*** Given records Section Begins ***
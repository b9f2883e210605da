package org.lodestep.workflow;

import static org.junit.jupiter.api.Assertions.assertEquals;
import static org.junit.jupiter.api.Assertions.assertNull;
import static org.junit.jupiter.api.Assertions.assertThrows;
import static org.junit.jupiter.api.Assertions.assertTrue;

import java.nio.file.Files;
import java.nio.file.Path;
import java.util.List;

import org.junit.jupiter.api.Test;
import org.junit.jupiter.api.io.TempDir;
import org.lodestep.capture.CaptureReader;
import org.lodestep.capture.CaptureSidecar;
import org.lodestep.capture.Captures;
import org.lodestep.rig.SweepPlan;
import org.lodestep.sample.SampledSignal;
import org.lodestep.sample.SweepShape;

/** The rig use cases on the virtual rig, without a front end. */
class RigMeasureTest {

    private static RigMeasure.Settings settings(String address, RigMeasure.Kind kind, List<RigMeasure.LeadPair> pairs,
                                                Path out) {
        return new RigMeasure.Settings(address, kind, pairs, List.of(), null, null, 20, null, out, "test");
    }

    @Test
    void resistanceOfEveryPairOfASixLeadMotorFindsThreeConductingPairsPerPhase() throws Exception {
        RigMeasure.Result r = RigMeasure.run(settings("sim:salvage-6", RigMeasure.Kind.RESISTANCE, List.of(), null),
                Progress.NONE);
        // 6 leads: C(6,2) = 15 pairs; each centre-tapped phase's 3 leads join in 3 pairs (two phases: 6)
        assertEquals(15, r.resistances().size());
        assertEquals(6, r.resistances().stream().filter(x -> !x.open()).count());
        assertEquals(6, r.rig().labels().size());
        assertNull(r.capture());
    }

    @Test
    void stepResponseIsSavedWholeAndSettlesAtOhmsLawCurrent(@TempDir Path dir) throws Exception {
        Path csv = dir.resolve("step.csv");
        RigMeasure.Result r = RigMeasure.run(settings("sim:bench-4", RigMeasure.Kind.STEP_RESPONSE,
                List.of(new RigMeasure.LeadPair(1, 2)), csv), Progress.NONE);
        assertEquals(csv, r.saved());
        SampledSignal s = Captures.readAll(csv);
        assertEquals(List.of("current", "voltage"), s.channelNames());
        // 2 V into a 1.5 Ω winding + 0.1 Ω drive (scenarios.toml): settles at 2 / 1.6 = 1.25 A (Ohm's law)
        double[] i = s.channel(0);
        assertEquals(1.25, i[i.length - 1], 0.01);
        assertTrue(r.resistances().isEmpty() && r.insulation().isEmpty());
    }

    @Test
    void settingsThatCannotWorkAreRefusedBeforeTheRigIsTouched(@TempDir Path dir) throws Exception {
        Path existing = Files.writeString(dir.resolve("old.csv"), "keep me");
        assertThrows(IllegalArgumentException.class, () -> RigMeasure.run(settings("sim:bench-4",
                RigMeasure.Kind.STEP_RESPONSE, List.of(new RigMeasure.LeadPair(1, 2)), existing), Progress.NONE));
        assertEquals("keep me", Files.readString(existing));
        assertThrows(IllegalArgumentException.class, () -> settings("sim:bench-4", RigMeasure.Kind.STEP_RESPONSE,
                List.of(), null));
        assertThrows(IllegalArgumentException.class, () -> settings("sim:bench-4", RigMeasure.Kind.RESISTANCE,
                List.of(), dir.resolve("r.csv")));
        assertThrows(IllegalArgumentException.class, () -> new RigMeasure.LeadPair(2, 2));
        assertThrows(IllegalArgumentException.class, () -> RigMeasure.run(settings("nowhere:1",
                RigMeasure.Kind.RESISTANCE, List.of(), null), Progress.NONE));
    }

    @Test
    void sweepCaptureRecordsItsProfileInTheSidecar(@TempDir Path dir) throws Exception {
        Path csv = dir.resolve("gantry.csv");
        RigSweepCapture.Result r = RigSweepCapture.run(new RigSweepCapture.Settings("sim:gantry-axis",
                new SweepPlan(40, 160, 2, 4, 5000), csv, "test"), Progress.NONE);
        CaptureSidecar side = CaptureReader.verify(csv);
        assertTrue(side.complete());
        assertEquals("gantry-axis", side.scenario());
        assertEquals(SweepShape.LINEAR, side.sweep().shape());
        assertEquals(4, side.sweep().microsteps().getAsInt());
        // 2 s at 5000 Hz
        assertEquals(10000, r.capture().signal().length());
        try (var files = Files.list(dir)) {
            assertEquals(2, files.count(), "the CSV and its sidecar, no temporary file");
        }
    }
}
*** Given records Section Ends ***
### Problem to work on
From the records above, print exactly the lines that run from the line with "front end. */" to the line with "assertEquals(6, r.resistances().stream().filter(x ->", inclusive.

### Solution to the exercise
/** The rig use cases on the virtual rig, without a front end. */
class RigMeasureTest {

    private static RigMeasure.Settings settings(String address, RigMeasure.Kind kind, List<RigMeasure.LeadPair> pairs,
                                                Path out) {
        return new RigMeasure.Settings(address, kind, pairs, List.of(), null, null, 20, null, out, "test");
    }

    @Test
    void resistanceOfEveryPairOfASixLeadMotorFindsThreeConductingPairsPerPhase() throws Exception {
        RigMeasure.Result r = RigMeasure.run(settings("sim:salvage-6", RigMeasure.Kind.RESISTANCE, List.of(), null),
                Progress.NONE);
        // 6 leads: C(6,2) = 15 pairs; each centre-tapped phase's 3 leads join in 3 pairs (two phases: 6)
        assertEquals(15, r.resistances().size());
        assertEquals(6, r.resistances().stream().filter(x -> !x.open()).count());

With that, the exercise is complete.